[Stored data entries]
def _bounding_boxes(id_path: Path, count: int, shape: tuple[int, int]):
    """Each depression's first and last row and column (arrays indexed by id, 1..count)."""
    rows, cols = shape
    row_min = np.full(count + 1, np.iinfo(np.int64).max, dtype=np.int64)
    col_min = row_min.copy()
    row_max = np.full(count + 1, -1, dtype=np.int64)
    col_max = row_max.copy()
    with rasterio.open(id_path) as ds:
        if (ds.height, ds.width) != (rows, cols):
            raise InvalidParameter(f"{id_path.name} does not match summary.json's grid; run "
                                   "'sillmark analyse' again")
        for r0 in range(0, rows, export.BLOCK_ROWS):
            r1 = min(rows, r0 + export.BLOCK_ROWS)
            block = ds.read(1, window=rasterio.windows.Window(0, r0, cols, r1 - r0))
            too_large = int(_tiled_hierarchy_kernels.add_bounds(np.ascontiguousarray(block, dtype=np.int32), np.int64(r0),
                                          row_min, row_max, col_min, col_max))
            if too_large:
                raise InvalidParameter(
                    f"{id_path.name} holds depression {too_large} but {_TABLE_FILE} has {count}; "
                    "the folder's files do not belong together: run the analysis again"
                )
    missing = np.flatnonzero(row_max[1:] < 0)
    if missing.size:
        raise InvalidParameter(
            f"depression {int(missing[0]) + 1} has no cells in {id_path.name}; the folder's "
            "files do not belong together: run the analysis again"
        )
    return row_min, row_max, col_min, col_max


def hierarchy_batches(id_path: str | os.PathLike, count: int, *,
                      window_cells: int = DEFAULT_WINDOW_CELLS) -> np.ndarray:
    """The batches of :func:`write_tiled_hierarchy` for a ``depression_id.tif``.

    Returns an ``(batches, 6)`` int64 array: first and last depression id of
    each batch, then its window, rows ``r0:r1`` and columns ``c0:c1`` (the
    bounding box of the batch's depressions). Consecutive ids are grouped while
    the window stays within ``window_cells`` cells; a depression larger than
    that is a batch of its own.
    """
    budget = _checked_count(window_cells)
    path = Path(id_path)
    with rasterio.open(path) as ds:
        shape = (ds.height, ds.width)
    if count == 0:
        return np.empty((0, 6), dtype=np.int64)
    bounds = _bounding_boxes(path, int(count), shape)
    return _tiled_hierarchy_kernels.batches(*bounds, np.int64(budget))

--

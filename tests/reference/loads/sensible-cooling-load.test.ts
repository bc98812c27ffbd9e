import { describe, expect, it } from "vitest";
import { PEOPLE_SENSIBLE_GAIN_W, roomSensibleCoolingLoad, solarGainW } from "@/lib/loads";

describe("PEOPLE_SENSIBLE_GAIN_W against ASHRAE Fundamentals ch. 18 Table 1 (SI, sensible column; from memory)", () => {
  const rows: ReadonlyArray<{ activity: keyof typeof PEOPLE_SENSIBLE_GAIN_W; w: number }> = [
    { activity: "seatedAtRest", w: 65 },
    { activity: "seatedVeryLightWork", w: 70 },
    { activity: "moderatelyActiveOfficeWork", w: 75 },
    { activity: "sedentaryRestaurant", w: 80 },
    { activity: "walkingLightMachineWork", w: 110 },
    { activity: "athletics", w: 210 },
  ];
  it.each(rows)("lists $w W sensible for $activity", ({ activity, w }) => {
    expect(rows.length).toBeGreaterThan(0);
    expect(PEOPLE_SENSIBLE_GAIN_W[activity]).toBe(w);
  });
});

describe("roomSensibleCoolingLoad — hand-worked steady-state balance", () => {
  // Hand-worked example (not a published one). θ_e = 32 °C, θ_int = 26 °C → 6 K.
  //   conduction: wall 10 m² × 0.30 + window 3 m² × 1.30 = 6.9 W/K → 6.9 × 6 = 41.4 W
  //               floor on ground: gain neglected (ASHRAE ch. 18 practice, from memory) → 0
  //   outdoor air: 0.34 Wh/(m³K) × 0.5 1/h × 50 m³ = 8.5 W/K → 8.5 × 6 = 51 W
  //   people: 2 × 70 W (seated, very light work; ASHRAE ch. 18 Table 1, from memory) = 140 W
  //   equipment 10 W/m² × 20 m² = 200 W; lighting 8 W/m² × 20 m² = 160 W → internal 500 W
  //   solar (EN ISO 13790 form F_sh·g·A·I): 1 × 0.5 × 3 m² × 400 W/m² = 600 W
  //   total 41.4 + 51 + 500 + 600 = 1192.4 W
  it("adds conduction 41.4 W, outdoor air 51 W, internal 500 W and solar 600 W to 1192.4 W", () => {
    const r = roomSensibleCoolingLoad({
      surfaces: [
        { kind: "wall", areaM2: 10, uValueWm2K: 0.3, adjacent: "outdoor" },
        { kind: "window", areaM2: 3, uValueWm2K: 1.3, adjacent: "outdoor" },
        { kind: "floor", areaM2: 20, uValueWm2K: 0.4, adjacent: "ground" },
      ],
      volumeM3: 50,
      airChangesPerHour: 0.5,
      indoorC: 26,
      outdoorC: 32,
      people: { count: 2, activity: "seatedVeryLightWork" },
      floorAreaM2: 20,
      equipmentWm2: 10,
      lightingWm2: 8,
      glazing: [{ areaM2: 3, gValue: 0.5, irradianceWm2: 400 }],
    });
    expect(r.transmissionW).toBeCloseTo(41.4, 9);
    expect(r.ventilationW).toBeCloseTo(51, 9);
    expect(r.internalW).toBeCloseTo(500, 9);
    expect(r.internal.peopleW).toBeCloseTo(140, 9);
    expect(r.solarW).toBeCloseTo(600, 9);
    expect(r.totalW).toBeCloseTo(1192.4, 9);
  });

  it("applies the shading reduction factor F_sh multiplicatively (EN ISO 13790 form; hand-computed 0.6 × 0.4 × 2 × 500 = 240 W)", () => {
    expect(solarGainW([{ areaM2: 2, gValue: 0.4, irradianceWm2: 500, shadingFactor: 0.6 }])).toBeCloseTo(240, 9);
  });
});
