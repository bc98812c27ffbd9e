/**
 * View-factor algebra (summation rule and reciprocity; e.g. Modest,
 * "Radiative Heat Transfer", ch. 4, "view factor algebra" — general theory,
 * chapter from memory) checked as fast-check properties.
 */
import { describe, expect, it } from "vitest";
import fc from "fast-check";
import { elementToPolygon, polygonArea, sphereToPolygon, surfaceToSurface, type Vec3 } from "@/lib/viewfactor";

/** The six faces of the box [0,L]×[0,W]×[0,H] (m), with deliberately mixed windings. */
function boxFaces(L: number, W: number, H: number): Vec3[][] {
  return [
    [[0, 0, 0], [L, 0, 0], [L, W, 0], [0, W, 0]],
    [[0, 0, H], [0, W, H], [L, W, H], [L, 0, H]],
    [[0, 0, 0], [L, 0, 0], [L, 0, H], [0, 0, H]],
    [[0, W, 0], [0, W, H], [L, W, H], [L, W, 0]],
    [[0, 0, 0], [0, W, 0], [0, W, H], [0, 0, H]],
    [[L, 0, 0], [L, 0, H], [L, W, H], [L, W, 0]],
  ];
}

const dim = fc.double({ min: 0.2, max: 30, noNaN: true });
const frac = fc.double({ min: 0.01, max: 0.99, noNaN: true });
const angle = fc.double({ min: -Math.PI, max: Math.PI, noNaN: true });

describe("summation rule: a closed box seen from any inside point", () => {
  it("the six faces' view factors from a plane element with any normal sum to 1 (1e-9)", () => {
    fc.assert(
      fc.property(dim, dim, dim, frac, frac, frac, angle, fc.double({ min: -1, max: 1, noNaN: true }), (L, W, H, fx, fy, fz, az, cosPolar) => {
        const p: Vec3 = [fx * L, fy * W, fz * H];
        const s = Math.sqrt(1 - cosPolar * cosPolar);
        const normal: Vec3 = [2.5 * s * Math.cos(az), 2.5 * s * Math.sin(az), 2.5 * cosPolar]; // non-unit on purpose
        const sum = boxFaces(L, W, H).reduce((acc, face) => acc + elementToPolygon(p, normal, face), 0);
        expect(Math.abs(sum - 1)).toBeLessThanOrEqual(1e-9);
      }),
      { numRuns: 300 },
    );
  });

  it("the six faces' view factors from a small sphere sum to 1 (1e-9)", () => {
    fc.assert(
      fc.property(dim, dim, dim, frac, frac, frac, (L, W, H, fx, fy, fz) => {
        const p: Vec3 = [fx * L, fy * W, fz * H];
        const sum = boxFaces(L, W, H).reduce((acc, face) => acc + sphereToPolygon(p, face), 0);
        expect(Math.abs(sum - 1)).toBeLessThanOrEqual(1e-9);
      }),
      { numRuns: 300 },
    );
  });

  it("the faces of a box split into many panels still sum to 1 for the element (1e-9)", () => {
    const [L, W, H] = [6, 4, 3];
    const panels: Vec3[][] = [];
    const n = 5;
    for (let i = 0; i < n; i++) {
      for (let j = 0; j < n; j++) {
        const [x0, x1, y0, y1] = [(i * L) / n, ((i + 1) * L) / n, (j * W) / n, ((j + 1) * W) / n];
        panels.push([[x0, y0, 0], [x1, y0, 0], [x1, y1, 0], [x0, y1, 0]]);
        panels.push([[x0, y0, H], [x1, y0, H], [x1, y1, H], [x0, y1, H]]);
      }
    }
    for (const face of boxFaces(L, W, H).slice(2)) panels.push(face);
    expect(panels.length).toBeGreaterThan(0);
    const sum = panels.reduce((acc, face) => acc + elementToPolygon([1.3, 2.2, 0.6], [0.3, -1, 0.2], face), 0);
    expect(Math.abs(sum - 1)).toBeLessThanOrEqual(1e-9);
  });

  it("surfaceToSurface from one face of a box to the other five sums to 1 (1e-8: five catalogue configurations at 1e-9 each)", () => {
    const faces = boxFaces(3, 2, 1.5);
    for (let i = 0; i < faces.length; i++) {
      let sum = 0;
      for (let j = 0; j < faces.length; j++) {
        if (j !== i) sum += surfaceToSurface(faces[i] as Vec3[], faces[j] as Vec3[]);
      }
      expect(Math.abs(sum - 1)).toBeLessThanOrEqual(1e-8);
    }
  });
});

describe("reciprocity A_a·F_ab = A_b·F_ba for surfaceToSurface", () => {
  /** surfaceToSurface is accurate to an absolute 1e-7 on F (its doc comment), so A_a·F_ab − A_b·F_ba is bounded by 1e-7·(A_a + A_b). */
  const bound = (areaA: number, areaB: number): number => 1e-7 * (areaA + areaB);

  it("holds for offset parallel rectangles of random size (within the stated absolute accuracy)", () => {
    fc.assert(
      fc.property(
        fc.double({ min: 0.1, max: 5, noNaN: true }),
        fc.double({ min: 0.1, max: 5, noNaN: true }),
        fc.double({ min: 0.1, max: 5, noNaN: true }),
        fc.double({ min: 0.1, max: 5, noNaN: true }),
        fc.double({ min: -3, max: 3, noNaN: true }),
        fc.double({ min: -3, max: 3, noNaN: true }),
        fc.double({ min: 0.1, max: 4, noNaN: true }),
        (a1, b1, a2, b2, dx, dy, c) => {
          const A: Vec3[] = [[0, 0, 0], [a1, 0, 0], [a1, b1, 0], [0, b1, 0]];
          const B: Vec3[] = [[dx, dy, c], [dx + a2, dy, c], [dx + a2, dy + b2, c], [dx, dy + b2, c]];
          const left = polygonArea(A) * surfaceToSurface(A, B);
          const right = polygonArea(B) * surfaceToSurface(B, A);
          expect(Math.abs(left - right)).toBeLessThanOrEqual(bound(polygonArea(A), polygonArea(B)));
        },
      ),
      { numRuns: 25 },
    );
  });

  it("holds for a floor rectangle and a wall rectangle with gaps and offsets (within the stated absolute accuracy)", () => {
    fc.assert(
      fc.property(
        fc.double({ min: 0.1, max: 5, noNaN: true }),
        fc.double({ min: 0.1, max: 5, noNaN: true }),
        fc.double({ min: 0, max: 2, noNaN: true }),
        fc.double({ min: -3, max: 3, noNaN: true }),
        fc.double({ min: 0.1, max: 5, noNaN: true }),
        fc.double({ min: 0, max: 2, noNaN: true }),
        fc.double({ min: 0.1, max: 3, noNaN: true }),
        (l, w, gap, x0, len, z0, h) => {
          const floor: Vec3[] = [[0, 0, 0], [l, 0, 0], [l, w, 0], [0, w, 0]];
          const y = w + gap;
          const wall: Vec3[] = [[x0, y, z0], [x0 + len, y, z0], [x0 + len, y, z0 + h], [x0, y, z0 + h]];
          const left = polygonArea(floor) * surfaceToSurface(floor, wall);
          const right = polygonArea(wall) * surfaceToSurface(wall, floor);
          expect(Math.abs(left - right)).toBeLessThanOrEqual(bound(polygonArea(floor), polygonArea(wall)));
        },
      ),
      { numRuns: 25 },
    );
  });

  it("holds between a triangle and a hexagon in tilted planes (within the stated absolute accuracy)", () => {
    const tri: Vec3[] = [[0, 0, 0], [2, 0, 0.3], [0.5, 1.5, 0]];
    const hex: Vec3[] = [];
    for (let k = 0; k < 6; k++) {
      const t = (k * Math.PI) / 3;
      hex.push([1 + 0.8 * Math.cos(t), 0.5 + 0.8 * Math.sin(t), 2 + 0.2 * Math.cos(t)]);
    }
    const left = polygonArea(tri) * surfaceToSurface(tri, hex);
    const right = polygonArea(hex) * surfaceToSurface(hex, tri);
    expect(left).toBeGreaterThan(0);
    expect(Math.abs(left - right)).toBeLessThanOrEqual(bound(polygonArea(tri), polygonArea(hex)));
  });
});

What the task requires: A complete answer gives every line of the data that includes "reciprocity".

Output of the task:
 * View-factor algebra (summation rule and reciprocity; e.g. Modest,
describe("reciprocity A_a·F_ab = A_b·F_ba for surfaceToSurface", () => {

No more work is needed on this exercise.